◆ Assignment
State how many lines in the listing below hold the string "NOBODY"; nothing else is wanted.

(Beginning of Data)

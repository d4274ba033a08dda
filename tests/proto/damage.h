// Damages files in every way a file gets damaged, and says for each damage whether it may be accepted.
// Used by the tests and by the bench of the promise.
#pragma once

#include <google/protobuf/descriptor.h>

#include <cstdint>
#include <functional>
#include <set>
#include <string>
#include <string_view>
#include <vector>

namespace pastern::damage {

/// A damaged text.
struct Damaged {
  std::string what;         ///< "joints[0].drive.peak_torque_nm = nan"
  std::string text;         ///< the whole file
  bool must_refuse{false};  ///< the damage breaks the field's rule, or is no text of the message at all
};

/// Every field of a printed file missing, twice, empty, NaN, infinite, negative, huge, tiny, of the wrong
/// kind. `text` is in TextFormat's own layout, one field a line. The judgement whether a value is out of
/// range is worked out here from the rule option, apart from the code under test. Field names met are added
/// to `covered`.
[[nodiscard]] std::vector<Damaged> damage_every_field(const std::string& text,
                                                      const google::protobuf::Descriptor& message,
                                                      std::set<std::string>& covered);

/// Full names of all fields that a message can hold, in all depths.
[[nodiscard]] std::set<std::string> all_fields(const google::protobuf::Descriptor& message);

struct BinaryTally {
  std::uint64_t tried{0};
  std::uint64_t accepted{0};
  std::uint64_t silent{0};  ///< refused without a defect that says why
};

/// Truncated at every byte, every length of tail appended up to 64 bytes, and `flips` random bit flips.
/// `accepts(bytes, said_why)` reads one damaged file.
[[nodiscard]] BinaryTally damage_binary(std::string_view bytes, std::uint64_t seed, int flips,
                                        const std::function<bool(const std::string&, bool&)>& accepts);

}  // namespace pastern::damage
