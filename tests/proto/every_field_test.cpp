// Every field of every text file kind, damaged in every way: never accepted out of range, never silent.
#include <gtest/gtest.h>

#include <filesystem>
#include <functional>
#include <set>
#include <string>
#include <vector>

#include "proto/files/plan_file.h"
#include "proto/files/robot_file.h"
#include "proto/files/scenario_file.h"
#include "tests/proto/damage.h"
#include "tests/proto/fixture.h"

namespace pastern {
namespace {

using Reader = std::function<bool(const std::string& text, files::Defects& defects)>;

void damage_and_read(const std::string& text, const google::protobuf::Descriptor& message,
                     const Reader& reader) {
  files::Defects none;
  ASSERT_TRUE(reader(text, none)) << files::lines(none);
  std::set<std::string> covered;
  int refused = 0;
  for (const damage::Damaged& damaged : damage::damage_every_field(text, message, covered)) {
    files::Defects defects;
    const bool accepted = reader(damaged.text, defects);
    EXPECT_FALSE(accepted && damaged.must_refuse) << damaged.what;
    EXPECT_NE(accepted, !defects.empty()) << damaged.what;
    for (const files::Defect& defect : defects) {
      EXPECT_EQ(defect.line().find('\n'), std::string::npos) << damaged.what;
      EXPECT_FALSE(defect.expected.empty()) << damaged.what;
    }
    refused += accepted ? 0 : 1;
  }
  EXPECT_GT(refused, 100);
  // joint_damping_ratio and its absolute twin exclude one another, so that a sound file has only one of them.
  std::set<std::string> missing = damage::all_fields(message);
  for (const std::string& name : covered) missing.erase(name);
  missing.erase("pastern.v1.Scenario.joint_damping_nm_s_per_rad");
  missing.erase("pastern.v1.Adaptation.repeats");
  EXPECT_TRUE(missing.empty()) << *missing.begin() << " is in no damaged file";
}

bool read_robot_text(const std::string& text, files::Defects& defects) {
  return files::parse_robot(text, "damaged.robot.txtpb", defects).has_value();
}
bool read_scenario_text(const std::string& text, files::Defects& defects) {
  return files::parse_scenario(text, "damaged.scenario.txtpb", fixture::robot_file(), defects).has_value();
}
bool read_plan_text(const std::string& text, files::Defects& defects) {
  return files::parse_plan(text, "damaged.plan.txtpb", defects).has_value();
}

TEST(EveryField, OfARobotFileDamagedIsNeverAcceptedOutOfRange) {
  damage_and_read(fixture::text(fixture::robot()), *v1::Robot::descriptor(), read_robot_text);
}

TEST(EveryField, OfAScenarioFileDamagedIsNeverAcceptedOutOfRange) {
  damage_and_read(fixture::text(fixture::scenario()), *v1::Scenario::descriptor(), read_scenario_text);
  v1::Scenario other = fixture::scenario();
  other.clear_joint_damping_ratio();
  other.set_joint_damping_nm_s_per_rad(0.4);
  files::Defects defects;
  EXPECT_TRUE(read_scenario_text(fixture::text(other), defects)) << files::lines(defects);
}

TEST(EveryField, OfAPlanFileDamagedIsNeverAcceptedOutOfRange) {
  damage_and_read(fixture::text(fixture::plan()), *v1::Plan::descriptor(), read_plan_text);
}

// Files of one kind that are shipped.
std::vector<std::string> shipped(const std::string& folder, const std::string& suffix) {
  std::vector<std::string> paths;
  const auto root = std::filesystem::path(PASTERN_SOURCE_DIR) / folder;
  for (const auto& entry : std::filesystem::directory_iterator(root)) {
    if (entry.path().string().ends_with(suffix)) paths.push_back(entry.path().string());
  }
  return paths;
}

TEST(ShippedFiles, AreSound) {
  files::Defects defects;
  const auto robots = shipped("hal_stub/robots", ".robot.txtpb");
  const auto scenarios = shipped("hal_stub/scenarios", ".scenario.txtpb");
  const auto plans = shipped("tools/plans", ".plan.txtpb");
  EXPECT_GE(robots.size(), 2U);
  EXPECT_GE(scenarios.size(), 5U);
  EXPECT_GE(plans.size(), 1U);
  for (const std::string& path : robots) {
    const auto robot = files::read_robot(path, defects);
    ASSERT_TRUE(robot) << files::lines(defects);
    for (const std::string& scenario : scenarios) {
      EXPECT_TRUE(files::read_scenario(scenario, *robot, defects)) << files::lines(defects);
    }
  }
  for (const std::string& path : plans) EXPECT_TRUE(files::read_plan(path, defects)) << files::lines(defects);
}

}  // namespace
}  // namespace pastern
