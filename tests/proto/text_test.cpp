// The strict text parser and the form of a defect.
#include "proto/files/text.h"

#include <gtest/gtest.h>

#include <algorithm>
#include <limits>

#include "proto/files/check.h"
#include "proto/files/plan_file.h"
#include "proto/files/robot_file.h"
#include "proto/files/words.h"
#include "tests/proto/fixture.h"

namespace pastern::files {
namespace {

std::string why(const std::string& text) {
  v1::Plan plan;
  Defects defects;
  return parse_text(text, "a.plan.txtpb", plan, defects) ? "accepted" : lines(defects);
}

TEST(DefectLine, NamesFileFieldFoundAndExpected) {
  EXPECT_EQ((Defect{"x.robot.txtpb", "joints[3].axis", "length 0.5", "a unit vector"}.line()),
            "x.robot.txtpb: joints[3].axis: found length 0.5, expected a unit vector");
  EXPECT_EQ((Defect{"x", "", "a folder", "a file"}.line()), "x: found a folder, expected a file");
}

TEST(DefectLine, StaysOneLineOfBoundedLengthWhateverTheFileHolds) {
  const std::string line = Defect{"x", "a\nb", "\x1b[31m" + std::string(1000, 'y'), "z"}.line();
  EXPECT_EQ(line.find('\n'), std::string::npos);
  EXPECT_EQ(line.find('\x1b'), std::string::npos);
  EXPECT_NE(line.find("a\\nb: found \\x1b[31m"), std::string::npos);
  EXPECT_LT(line.size(), 300U);
}

TEST(TextFile, SoundIsAccepted) { EXPECT_EQ(why(fixture::text(fixture::plan())), "accepted"); }

TEST(TextFile, CommentsAreAllowed) {
  EXPECT_EQ(why("# a remark\n" + fixture::text(fixture::plan())), "accepted");
}

TEST(TextFile, UnknownFieldIsNamedWithLineAndColumn) {
  const std::string sound = fixture::text(fixture::plan());
  const auto line = 1 + std::count(sound.begin(), sound.end(), '\n');
  const std::string text = why(sound + "colour: 3\n");
  EXPECT_EQ(text.rfind("a.plan.txtpb:" + std::to_string(line) + ":", 0), 0U) << text;
  EXPECT_NE(text.find(": colour: found a field of no such name, expected a field of Plan, see "),
            std::string::npos)
      << text;
}

// What the parser says comes in sentences of several forms; every one of ours is a single phrase.
TEST(TextFile, TheParsersSentencesAreToldInTheFormOfADefect) {
  const auto line = [](const std::string& text) { return why(text).substr(0, why(text).find('\n')); };
  EXPECT_EQ(line("name: \"x\"\n\"A\" { }\n"), "a.plan.txtpb:2:5: found \"{\", expected a field's name");
  EXPECT_EQ(line("seed: 3\nseed: 4\n"), "a.plan.txtpb:2:5: seed: found the field twice, expected it once");
  EXPECT_EQ(line("go_by: NOBODY\n"),
            "a.plan.txtpb:2:1: go_by: found \"NOBODY\", expected one of its names, see proto/pastern/v1");
  EXPECT_EQ(line("walk_s: five\n"), "a.plan.txtpb:1:9: found \"five\", expected a number");
  EXPECT_EQ(line("name \"x\""), "a.plan.txtpb:1:6: found \"x\", expected \":\"");
  for (const char* text : {"name: 3\n", "walk_s: five\n", "seed: -1\n", "seed: 99999999999999999999999\n",
                           "name: \"x\n", "{", "}", "adaptation {", "adaptation: 3", "adaptation { kind: }",
                           "name \"x\"", "\"A\".", "seed: 0x", "# \n@"}) {
    const std::string told = why(text);
    EXPECT_NE(told.find("found "), std::string::npos) << told;
    for (const char* ugly : {"., expected", "\"., ", ".., ", ".\"\n", "found Expected", "got:", "found , "}) {
      EXPECT_EQ(told.find(ugly), std::string::npos) << ugly << " in " << told;
    }
  }
}

TEST(TextFile, AFieldSaidTwiceIsRefused) {
  EXPECT_NE(why(fixture::text(fixture::plan()) + "seed: 3\n").find("seed: found the field twice"),
            std::string::npos);
}

TEST(TextFile, EmptyNamesEveryRequiredFieldInOneLineEach) {
  const std::string text = why("");
  EXPECT_EQ(std::count(text.begin(), text.end(), '\n'), 12) << text;
  EXPECT_NE(
      text.find(
          "a.plan.txtpb: walk_s: found nothing, expected a finite number at least 0.5 and at most 60 (s)\n"),
      std::string::npos)
      << text;
  EXPECT_NE(text.find("a.plan.txtpb: go_by: found nothing, expected one of OPERATOR AUTO\n"),
            std::string::npos)
      << text;
}

TEST(TextFile, AnEnumOutsideItsValuesIsRefusedAlsoByNumber) {
  v1::Plan plan = fixture::plan();
  plan.set_go_by(static_cast<v1::Plan::GoBy>(9));
  EXPECT_NE(why(fixture::text(plan)).find("go_by: found 9, expected one of OPERATOR AUTO"),
            std::string::npos);
}

TEST(TextFile, GarbageAndAWholeBinaryFileAreRefusedWithFewLines) {
  std::string garbage;
  for (int i = 0; i < 100'000; ++i) garbage += static_cast<char>(i * 7 + i / 251);
  const std::string text = why(garbage);
  EXPECT_NE(text, "accepted");
  EXPECT_LE(std::count(text.begin(), text.end(), '\n'), 50);
}

TEST(TextFile, DeepNestingIsRefusedWithoutACrash) {
  std::string deep;
  for (int i = 0; i < 200'000; ++i) deep += "adaptation {";
  EXPECT_NE(why(deep), "accepted");
}

TEST(TextFile, LargerThanSixteenMebibytesIsRefused) {
  EXPECT_NE(why(std::string((16U << 20U) + 1, '#')).find("more than 16 MiB"), std::string::npos);
}

TEST(TextFile, DefectsAreAppendedAndNeverRemoved) {
  Defects defects{{"earlier", "", "x", "y"}};
  v1::Plan plan;
  EXPECT_FALSE(parse_text("seed: nan", "b", plan, defects));
  EXPECT_TRUE(parse_text(fixture::text(fixture::plan()), "c", plan, defects));
  EXPECT_EQ(defects[0].file, "earlier");
  EXPECT_GE(defects.size(), 2U);
}

// RFC 3629: overlong forms, surrogates, beyond U+10FFFF and cut sequences are not UTF-8.
TEST(PrintableText, IsWellFormedUtf8WithoutControlCharacters) {
  EXPECT_TRUE(printable("robot 12, \xc3\xa9 \xe2\x82\xac \xf0\x9f\x90\x95", false));
  EXPECT_TRUE(printable("", false));
  for (const char* text : {"\xc0\xaf", "\xe0\x9f\xbf", "\xed\xa0\x80", "\xf4\x90\x80\x80", "\xf5\x80\x80\x80",
                           "\xe2\x82", "\x80", "\xff", "a\x7f", "\x1b[0m", "\xc2\x85", "\t"}) {
    EXPECT_FALSE(printable(text, true)) << hex(std::string_view(text));
  }
  EXPECT_TRUE(printable("a\nb", true));
  EXPECT_FALSE(printable("a\nb", false));
}

TEST(ShownNumber, IsShortAndExact) {
  EXPECT_EQ(shown_number(0.0005), "0.0005");
  EXPECT_EQ(shown_number(0.1), "0.1");
  EXPECT_EQ(shown_number(-3), "-3");
  EXPECT_EQ(shown_number(std::numeric_limits<double>::quiet_NaN()), "nan");
}

TEST(Rules, DefectsOfNestedAndRepeatedFieldsCarryTheirPath) {
  v1::Robot robot = fixture::robot();
  robot.mutable_joints(3)->mutable_drive()->set_peak_torque_nm(-1);
  robot.mutable_joints(3)->mutable_link()->mutable_inertia()->clear_zz();
  Defects defects;
  check_rules(robot, "r", "robot", defects);
  ASSERT_EQ(defects.size(), 2U) << lines(defects);
  EXPECT_EQ(defects[0].field, "robot.joints[3].link.inertia.zz");
  EXPECT_EQ(defects[1].line(),
            "r: robot.joints[3].drive.peak_torque_nm: found -1, expected a finite number above 0 and at most "
            "2000 (N m)");
}

TEST(Rules, CountsOfRepeatedFieldsAreKept) {
  v1::Robot robot = fixture::robot();
  while (robot.joints_size() < 33) *robot.add_joints() = robot.joints(0);
  robot.clear_legs();
  Defects defects;
  check_rules(robot, "r", "", defects);
  EXPECT_EQ(lines(defects),
            "r: joints: found 33 entries, expected 2 to 32 entries\n"
            "r: legs: found 0 entries, expected 2 to 8 entries\n");
}

}  // namespace
}  // namespace pastern::files
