// Plans that could not end, or not end in an adoption, are refused.
#include "proto/files/plan_file.h"

#include <gtest/gtest.h>

#include <functional>

#include "tests/proto/fixture.h"

namespace pastern::files {
namespace {

std::string why(const std::function<void(v1::Plan&)>& change) {
  v1::Plan plan = fixture::plan();
  change(plan);
  Defects defects;
  return parse_plan(fixture::text(plan), "p", defects) ? "accepted" : lines(defects);
}

TEST(PlanFile, SettingsOfAnotherOperatorAreRefused) {
  EXPECT_EQ(why([](v1::Plan& p) { p.mutable_adaptation()->set_repeats(3); }),
            "p: adaptation.repeats: found a number, expected nothing: ES_GRADIENT has no repeats\n");
  EXPECT_EQ(why([](v1::Plan& p) { p.mutable_adaptation()->set_kind(v1::Adaptation::BATCH_HILL_CLIMBING); }),
            "p: adaptation.step: found a number, expected nothing: BATCH_HILL_CLIMBING has no step\n");
  EXPECT_EQ(why([](v1::Plan& p) {
              p.mutable_adaptation()->set_kind(v1::Adaptation::AVERAGED_HILL_CLIMBING);
              p.mutable_adaptation()->clear_step();
              p.mutable_adaptation()->set_repeats(3);
            }),
            "accepted");
}

TEST(PlanFile, ASearchHasWalksAndAnOfferedCandidateHasNone) {
  EXPECT_NE(
      why([](v1::Plan& p) { p.set_search_walks(0); }).find("p: search_walks: found 0, expected at least 1"),
      std::string::npos);
  EXPECT_EQ(why([](v1::Plan& p) {
              p.mutable_adaptation()->set_kind(v1::Adaptation::OFFERED_CANDIDATE);
              p.mutable_adaptation()->clear_step();
            }),
            "p: search_walks: found 50, expected 0: OFFERED_CANDIDATE does not search\n");
}

TEST(PlanFile, ABatchMustFitIntoTheSearch) {
  EXPECT_EQ(why([](v1::Plan& p) { p.mutable_adaptation()->set_batch(25); }), "accepted");
  EXPECT_EQ(why([](v1::Plan& p) { p.mutable_adaptation()->set_batch(26); }),
            "p: search_walks: found 50, expected at least 52, the first batch of ES_GRADIENT\n");
}

TEST(PlanFile, ABatchOfTheOperatorsDefaultSizeMustFitToo) {
  const auto with = [](v1::Adaptation::Kind kind, std::uint32_t walks) {
    return why([kind, walks](v1::Plan& p) {
      p.mutable_adaptation()->clear_batch();
      if (kind != v1::Adaptation::ES_GRADIENT) p.mutable_adaptation()->clear_step();
      p.mutable_adaptation()->set_kind(kind);
      p.set_search_walks(walks);
    });
  };
  for (const auto& [kind, least] :
       {std::pair{v1::Adaptation::ES_GRADIENT, 10U}, std::pair{v1::Adaptation::BATCH_HILL_CLIMBING, 6U},
        std::pair{v1::Adaptation::AVERAGED_HILL_CLIMBING, 6U},
        std::pair{v1::Adaptation::SEQUENTIAL_HILL_CLIMBING, 2U}}) {
    EXPECT_EQ(with(kind, least), "accepted");
    EXPECT_EQ(with(kind, least - 1), "p: search_walks: found " + std::to_string(least - 1) +
                                         ", expected at least " + std::to_string(least) +
                                         ", the first batch of " + v1::Adaptation::Kind_Name(kind) + "\n");
  }
}

// 2^-5 = 0.03125 is the least p of an exact one-sided sign-flip test over five pairs.
TEST(PlanFile, ALevelThatTheTestCannotReachIsRefused) {
  const auto with = [](double level) {
    return why([level](v1::Plan& p) {
      p.set_confirmation_pairs(5);
      p.set_confirmation_level(level);
    });
  };
  EXPECT_EQ(with(0.03125), "accepted");
  EXPECT_EQ(with(0.03124),
            "p: confirmation_level: found 0.03124, expected at least 0.03125, the least p that 5 pairs can "
            "give\n");
}

// (5 + 2 x 5 + 2 x 8) walks of 6 s: 3.1 minutes.
TEST(PlanFile, MinutesMustHoldBaselineABatchAndConfirmation) {
  const auto with = [](double minutes) {
    return why([minutes](v1::Plan& p) {
      p.set_walk_s(6);
      p.set_max_minutes(minutes);
    });
  };
  EXPECT_EQ(with(3),
            "p: max_minutes: found 3, expected at least 3.1: 31 walks of 6 s for baseline, first "
            "batch and confirmation\n");
  EXPECT_EQ(with(3.11), "accepted");
}

}  // namespace
}  // namespace pastern::files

(End of Data)

◆ Output for this exercise
2